> **YOUR OBJECTIVE**: Every entry below is to be retyped exactly as it stands.

[Data items]

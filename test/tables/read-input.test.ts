import { mkdtempSync, rmSync, truncateSync, writeFileSync } from "node:fs";
import { tmpdir } from "node:os";
import { join } from "node:path";
import { afterAll, expect, test } from "vitest";
import { InputError } from "../../src/errors.js";
import { serverIdentity } from "../../src/sidecar/credentials.js";
import { loadTables } from "../../src/sidecar/load-tables.js";
import { readInput } from "../../src/tables/read-input.js";
import { openDecays } from "../../src/tables/stream-decays.js";

const folder = mkdtempSync(join(tmpdir(), "couplet-input-"));
afterAll(() => rmSync(folder, { recursive: true, force: true }));

const tooLarge = (where: string, maxBytes: number, what = "file") =>
  new InputError(
    `${where}: expected a ${what} of at most ${maxBytes} bytes, got more. Is this the right file?`,
  );

test("a file up to the limit is read whole", () => {
  const path = join(folder, "100k");
  writeFileSync(path, Buffer.alloc(100_000, 7));
  expect(readInput(path, { maxBytes: 100_000 })).toEqual(Buffer.alloc(100_000, 7));
  expect(() => readInput(path, { maxBytes: 99_999, what: "study" })).toThrow(tooLarge(path, 99_999, "study"));
});

test("a file without end is read no further than the limit", () => {
  expect(() => readInput("/dev/zero", { maxBytes: 1000 })).toThrow(tooLarge("/dev/zero", 1000));
});

test("the sidecar reads tables and certificates within limits too", () => {
  const path = join(folder, "huge");
  writeFileSync(path, "");
  // Takes no room on the disk.
  truncateSync(path, 2 ** 30 + 1);
  expect(() => loadTables([path])).toThrow(tooLarge(path, 2 ** 30));
  expect(() => serverIdentity({ certificate: path, key: path })).toThrow(
    tooLarge(`--tls-cert: ${path}`, 2 ** 20),
  );
});

test("what cannot be read is told in the same words everywhere", () => {
  const path = join(folder, "none");
  const words = `${path}: could not be read: ENOENT: no such file or directory. Check the path.`;
  expect(() => readInput(path)).toThrow(new InputError(words));
  expect(() => loadTables([path])).toThrow(new InputError(words));
  expect(() => openDecays(path)).toThrow(new InputError(words));
  expect(() => serverIdentity({ certificate: path, key: path })).toThrow(
    new InputError(`--tls-cert: ${words}`),
  );
});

> **RESULT FOR THIS TASK**:
filename test/tables/read-input.test.ts
import { mkdtempSync, rmSync, truncateSync, writeFileSync } from "node:fs";
import { tmpdir } from "node:os";
import { join } from "node:path";
import { afterAll, expect, test } from "vitest";
import { InputError } from "../../src/errors.js";
import { serverIdentity } from "../../src/sidecar/credentials.js";
import { loadTables } from "../../src/sidecar/load-tables.js";
import { readInput } from "../../src/tables/read-input.js";
import { openDecays } from "../../src/tables/stream-decays.js";

const folder = mkdtempSync(join(tmpdir(), "couplet-input-"));
afterAll(() => rmSync(folder, { recursive: true, force: true }));

const tooLarge = (where: string, maxBytes: number, what = "file") =>
  new InputError(
    `${where}: expected a ${what} of at most ${maxBytes} bytes, got more. Is this the right file?`,
  );

test("a file up to the limit is read whole", () => {
  const path = join(folder, "100k");
  writeFileSync(path, Buffer.alloc(100_000, 7));
  expect(readInput(path, { maxBytes: 100_000 })).toEqual(Buffer.alloc(100_000, 7));
  expect(() => readInput(path, { maxBytes: 99_999, what: "study" })).toThrow(tooLarge(path, 99_999, "study"));
});

test("a file without end is read no further than the limit", () => {
  expect(() => readInput("/dev/zero", { maxBytes: 1000 })).toThrow(tooLarge("/dev/zero", 1000));
});

test("the sidecar reads tables and certificates within limits too", () => {
  const path = join(folder, "huge");
  writeFileSync(path, "");
  // Takes no room on the disk.
  truncateSync(path, 2 ** 30 + 1);
  expect(() => loadTables([path])).toThrow(tooLarge(path, 2 ** 30));
  expect(() => serverIdentity({ certificate: path, key: path })).toThrow(
    tooLarge(`--tls-cert: ${path}`, 2 ** 20),
  );
});

test("what cannot be read is told in the same words everywhere", () => {
  const path = join(folder, "none");
  const words = `${path}: could not be read: ENOENT: no such file or directory. Check the path.`;
  expect(() => readInput(path)).toThrow(new InputError(words));
  expect(() => loadTables([path])).toThrow(new InputError(words));
  expect(() => openDecays(path)).toThrow(new InputError(words));
  expect(() => serverIdentity({ certificate: path, key: path })).toThrow(
    new InputError(`--tls-cert: ${words}`),
  );
});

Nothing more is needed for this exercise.